Noel Dunne
Machinery Editor
Punchestown, ahoy!
Well, readers, here we are into the second quarter of 2023 already! It seems like only yesterday that I put the Christmas decorations in the attic, but time waits for no one, and it is eating into this year like a starved lion on a carcass in the wilds of the jungle!
Why is it that when you get older, the years seem to fly by? When I was 18, I couldn’t wait 'til I was 21 to hit the club, have a few pints, get a key to the door, and all the rest. Now, I wish I could hit the brakes to slow down the speeding years. But, we plough on!
Now, let’s get down to the business at hand. I see that there is a vast difference in fertiliser prices between the North and the Republic, with some farmers located as far down as Wexford, receiving fertiliser from across the border. Tillage, beef and dairy farmers will track the best possible prices they can get as the spreading season approaches – especially with a differential of up to €250 per tonne, year on year – and if it means going north of the border to get the best rates, they will do it. And, it is understandable. It is all about the bottom line at the end of the day. There is an expectation that co-ops and merchants will adjust their rates over the next few weeks; with the bad weather and poor ground conditions over the last while, farmers are holding firm on buying.
The new National Dairy Beef Welfare Scheme 2023 has opened and there is an increase in capacity this year with farmers now able to claim €20 per head for up to 50 calves, up from 40 last year. There is a total fund of €5 million available; a nice boost to the sector.
There has also been some good news for farmers with traditional farm buildings on their land as the the building scheme is now up and running with grants of up to €30,000 available from 2023 to 2028 for restoration. There are fine farm buildings all over the country that could do with a new lease of life; they add a lot of character to a farm.
On the tillage front, we have heard that the Minister for Agriculture, Food and the Marine is to launch a Food Vision Tillage Group, like the ones he established for dairy, beef and sheep. The news has been welcomed, generally, by the sector but it highlighted that there are many hurdles to overcome, and one priority will be to address the pressure on land prices coming from the dairy sector.

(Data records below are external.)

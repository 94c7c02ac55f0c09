package chem

import (
	"fmt"
	"slices"
	"sort"
	"strings"
)

// MixtureSystem says by which set of categories a mixture was classified.
type MixtureSystem string

// The systems. Both use the UN GHS rules for mixtures; CLP leaves out the
// categories the European Union hasn't taken over, such as Acute Tox. 5 and
// Aquatic Acute 2 and 3. OSHA's lower limits are not applied.
const (
	CLP   MixtureSystem = "UN GHS rules with the categories of EU CLP 1272/2008"
	UNGHS MixtureSystem = "UN GHS Rev.10, all categories"
)

// Ingredient is one component of a mixture.
type Ingredient struct {
	Name, CAS string
	Fraction  Fraction // by mass
	Hazard    HazardRecord
	// Known says that there is a hazard record. An ingredient without one is
	// counted as unknown and named, never taken for harmless.
	Known bool
	// State at 20 °C, "solid", "liquid" or "gas": it decides whether an acute
	// toxicity by inhalation counts as dust or mist, vapour or gas.
	State string
	// Estimates are acute toxicity estimates from data; they win over those
	// that follow from the category.
	Estimates []AcuteEstimate
	// UnknownFor are exposure routes ("oral", "dermal", "inhalation") for which
	// nothing is known although there is a record.
	UnknownFor []string
	// PH of the ingredient by itself, if HasPH. At or below 2, or from 11.5 up,
	// its corrosion doesn't add to that of others but counts from 1 % on.
	PH    float64
	HasPH bool
	// LimitShare is the part of the ingredient's mass that its specific limits
	// count; 0 means all of it. Limits of chromates count chromate ion (CLP
	// Annex VI, note 3).
	LimitShare Fraction

	read *hazardReading // of Hazard; nil until somebody needs it
}

// MixtureOptions are what may be known of the whole mixture.
type MixtureOptions struct {
	System MixtureSystem // empty means CLP
	PH     float64       // of the mixture, if HasPH
	HasPH  bool
}

// Classification is the answer to ClassifyMixture.
type Classification struct {
	System     MixtureSystem
	Classes    []string // "Skin Corr. 1B H314", worst classes first in the order of the standard
	Statements []string // codes with words, repetitions left out as on a label
	Pictograms []string // "GHS05", by the precedence of the standard
	Signal     string   // "Danger", "Warning" or empty
	P          []string // precautionary statement codes of the classes, in order, none twice
	// Physical are the physical hazard classes of the ingredients from 1 % on.
	// Those of a mixture need a test or a validated model; none is made here, so
	// they stand apart and are to be treated as those of the worst ingredient,
	// which is this program's choice and not the standard's.
	Physical []string
	Unknown  Fraction // by mass, of ingredients without a record
	Notes    []string
	Reasons  []Reason
}

// Reason says why a class was or wasn't given: a sum or share against its limit.
type Reason struct {
	Class string // "Skin Corr. 1B", or "not Aquatic Acute 1"
	Rule  string // identity of the rule in the table of mixture rules
	Value float64
	Limit float64
	Unit  string // "% weighted", "sum C/L", "%", "pH", or that of an acute toxicity estimate
	Who   string // the ingredient, where a single one decides
}

// Text writes the reason as words with its numbers.
func (r Reason) Text() string {
	reached := "at least"
	if strings.HasPrefix(r.Class, "not ") {
		reached = "below"
	}
	switch {
	case r.Rule == "EY-011":
		return "implied by Skin Corr. 1"
	case r.Unit == "pH":
		return fmt.Sprintf("pH %.1f of the mixture; its acid or alkaline reserve was not looked at", r.Value)
	case r.Unit == "sum C/L":
		return fmt.Sprintf("sum of shares over limits %.3g, %s %g", r.Value, reached, r.Limit)
	case r.Unit == "% weighted":
		return fmt.Sprintf("weighted sum %.3g %%, %s %g", r.Value, reached, r.Limit)
	case r.Unit == "%" && r.Who == "":
		return fmt.Sprintf("sum %.3g %%, %s %g %%", r.Value, reached, r.Limit)
	case r.Unit == "%":
		return fmt.Sprintf("%s at %.3g %%, limit %g %%", r.Who, r.Value, r.Limit)
	case reached == "below":
		return fmt.Sprintf("ATE of the mixture %.4g %s, above the last category", r.Value, r.Unit)
	}
	return fmt.Sprintf("ATE of the mixture %.4g %s, at most %g", r.Value, r.Unit, r.Limit)
}

// ClassifyMixture classifies a mixture by the rules of UN GHS as the European
// Union adopted them (CLP 1272/2008, Annex I): cut-offs, acute toxicity
// estimates, additive and single limits, specific limits and M-factors. It
// needs mass fractions that are not negative and don't sum to more than one;
// what is missing to one is counted as unknown.
//
// The result is a calculation from the ingredients' records. Tests on the
// mixture, bridging and expert judgement, which come first in the standard, are
// not known to it, and physical hazards are not determined.
func ClassifyMixture(ingredients []Ingredient) (Classification, error) {
	return ClassifyMixtureWith(ingredients, MixtureOptions{})
}

// ClassifyMixtureWith is ClassifyMixture with what is known of the whole mixture.
func ClassifyMixtureWith(ingredients []Ingredient, o MixtureOptions) (Classification, error) {
	if o.System == "" {
		o.System = CLP
	}
	m := &mixture{options: o, out: Classification{System: o.System}}
	if err := m.read(ingredients); err != nil {
		return Classification{}, err
	}
	m.acute()
	m.skin()
	m.eye()
	m.singles()
	m.sumsOfEffects()
	m.aquatic()
	m.supplements()
	m.physical()
	m.label()
	return m.out, nil
}

// mixture is a classification under way.
type mixture struct {
	options MixtureOptions
	parts   []mixPart
	classes []HazardClass
	euh     []string
	unknown float64 // per cent
	out     Classification
}

// mixPart is an ingredient with its record read.
type mixPart struct {
	*Ingredient
	percent float64
	// limited is the per cent that specific limits count.
	limited float64
	classes []HazardClass
	limits  []specificLimit
	acute   []AcuteEstimate
}

func (m *mixture) read(ingredients []Ingredient) error {
	if len(ingredients) == 0 {
		return fmt.Errorf("classifying a mixture: no ingredients; give at least one with its mass fraction")
	}
	total := 0.0
	m.parts = make([]mixPart, 0, len(ingredients)+1)
	for i := range ingredients {
		in := &ingredients[i]
		if !(in.Fraction >= 0 && in.Fraction <= 1) {
			return fmt.Errorf("classifying a mixture: %s has a mass fraction of %g %%; want 0 to 100 %%", in.Name, in.Fraction.Percent())
		}
		total += in.Fraction.Percent()
		m.add(in)
	}
	// A tenth of a per cent covers compositions that were rounded for people.
	if total > 100.1 {
		return fmt.Errorf("classifying a mixture: the mass fractions sum to %.4g %%; want at most 100 %%", total)
	}
	if rest := 100 - total; rest > 0.1 {
		m.add(&Ingredient{Name: "rest, not named", Fraction: Fraction(rest / 100)})
	}
	m.noteUnknown()
	return nil
}

func (m *mixture) add(in *Ingredient) {
	p := mixPart{Ingredient: in, percent: in.Fraction.Percent()}
	p.limited = p.percent
	if in.LimitShare > 0 {
		p.limited *= float64(in.LimitShare)
	}
	read := in.read
	if read == nil {
		read = readHazard(in.Hazard)
	}
	for _, text := range read.bad {
		m.note("%s: %s not understood; read the supplier's sheet", in.Name, text)
	}
	p.classes, p.limits = read.classes, read.limits
	p.acute = slices.Concat(in.Estimates, read.acute)
	m.parts = append(m.parts, p)
}

func (m *mixture) noteUnknown() {
	var names []string
	for _, p := range m.parts {
		if !p.Known && p.percent > 0 {
			m.unknown += p.percent
			names = append(names, p.Name)
		}
	}
	m.out.Unknown = Fraction(m.unknown / 100)
	if m.unknown > 0 {
		m.note("%.3g %% of the mixture has no hazard data (%s): not assessed, not harmless", m.unknown, strings.Join(names, ", "))
	}
}

func (m *mixture) note(format string, args ...any) {
	m.out.Notes = append(m.out.Notes, fmt.Sprintf(format, args...))
}

func (m *mixture) reason(r Reason) { m.out.Reasons = append(m.out.Reasons, r) }

// give adds a class unless a worse category of the same class is there.
func (m *mixture) give(c HazardClass) {
	for i, old := range m.classes {
		if old.Name != c.Name || !sameKind(old, c) {
			continue
		}
		if c.Category < old.Category {
			m.classes[i] = c
			return
		}
		if c.Category > old.Category || c.Code == old.Code {
			return
		}
	}
	m.classes = append(m.classes, c)
}

// sameKind tells acute toxicity by its route and STOT SE 3 by its effect:
// within those, classes of one name stand side by side.
func sameKind(a, b HazardClass) bool {
	switch a.Name {
	case "Acute Tox.":
		return routeOf(a.Code) == routeOf(b.Code)
	case "STOT SE":
		return a.Category != "3" && b.Category != "3" || a.Code == b.Code
	}
	return true
}

func (m *mixture) has(name, category string) bool {
	for _, c := range m.classes {
		if c.Name == name && (category == "" || c.Category == category) {
			return true
		}
	}
	return false
}

func (p mixPart) class(name string) (HazardClass, bool) {
	var worst HazardClass
	for _, c := range p.classes {
		if c.Name == name && (worst.Name == "" || c.Category < worst.Category) {
			worst = c
		}
	}
	return worst, worst.Name != ""
}

// atLeast compares a sum with a limit. A billionth of slack keeps the rounding
// of a sum of decimal fractions from moving a mixture that is exactly at a
// limit, which the standard counts as reached.
func atLeast(value, limit float64) bool { return value >= limit*(1-1e-9) }

// classOrder is the order in which the standard treats the classes.
var classOrder = []string{"Expl.", "Unst. Expl.", "Flam. Gas", "Aerosol", "Ox. Gas", "Press. Gas", "Flam. Liq.", "Flam. Sol.",
	"Self-react.", "Pyr. Liq.", "Pyr. Sol.", "Self-heat.", "Water-react.", "Ox. Liq.", "Ox. Sol.", "Org. Perox.",
	"Met. Corr.", "Desen. Expl.", "Acute Tox.", "Skin Corr.", "Skin Irrit.", "Eye Dam.", "Eye Irrit.", "Resp. Sens.",
	"Skin Sens.", "Muta.", "Carc.", "Repr.", "Lact.", "STOT SE", "STOT RE", "Asp. Tox.", "ED HH", "Aquatic Acute",
	"Aquatic Chronic", "ED ENV", "PBT", "vPvB", "PMT", "vPvM", "Ozone"}

func classRank(name string) int {
	for i, n := range classOrder {
		if n == name {
			return i
		}
	}
	return len(classOrder)
}

func sortClasses(classes []HazardClass) {
	sort.SliceStable(classes, func(i, j int) bool {
		a, b := classes[i], classes[j]
		if ra, rb := classRank(a.Name), classRank(b.Name); ra != rb {
			return ra < rb
		}
		if a.Category != b.Category {
			return a.Category < b.Category
		}
		return a.Code < b.Code
	})
}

As contractors’ charges look set to rise by 5 per cent in 2023 owing to the increase in costs on farm machinery, fuel, labour and insurance it looks like pit silage will go to €175/acre and may rise to €187/acre (including VAT) this year, according to the Association of Farm and Forestry Contractors (FCI). The FCI has just announced the appointment of a new managing director, Anna Gleeson Hanrahan, who will be taking over from Michael Moroney. Michael will remain as communications director.
On the show front, the FTMTA is bucking the trend as all leading manufacturers are starting to book in for its summer show, which will be held, outdoors, on July 5-6 in Punchestown. A trend in the UK and Europe has seen some major manufacturers pull out of similar events. Not so for Punchestown where household names like John Deere, Claas, Kramer, Fendt, Valtra, Landini, McCormick and many more have already registered.
Until next month, my friends, farm wisely and farm safely.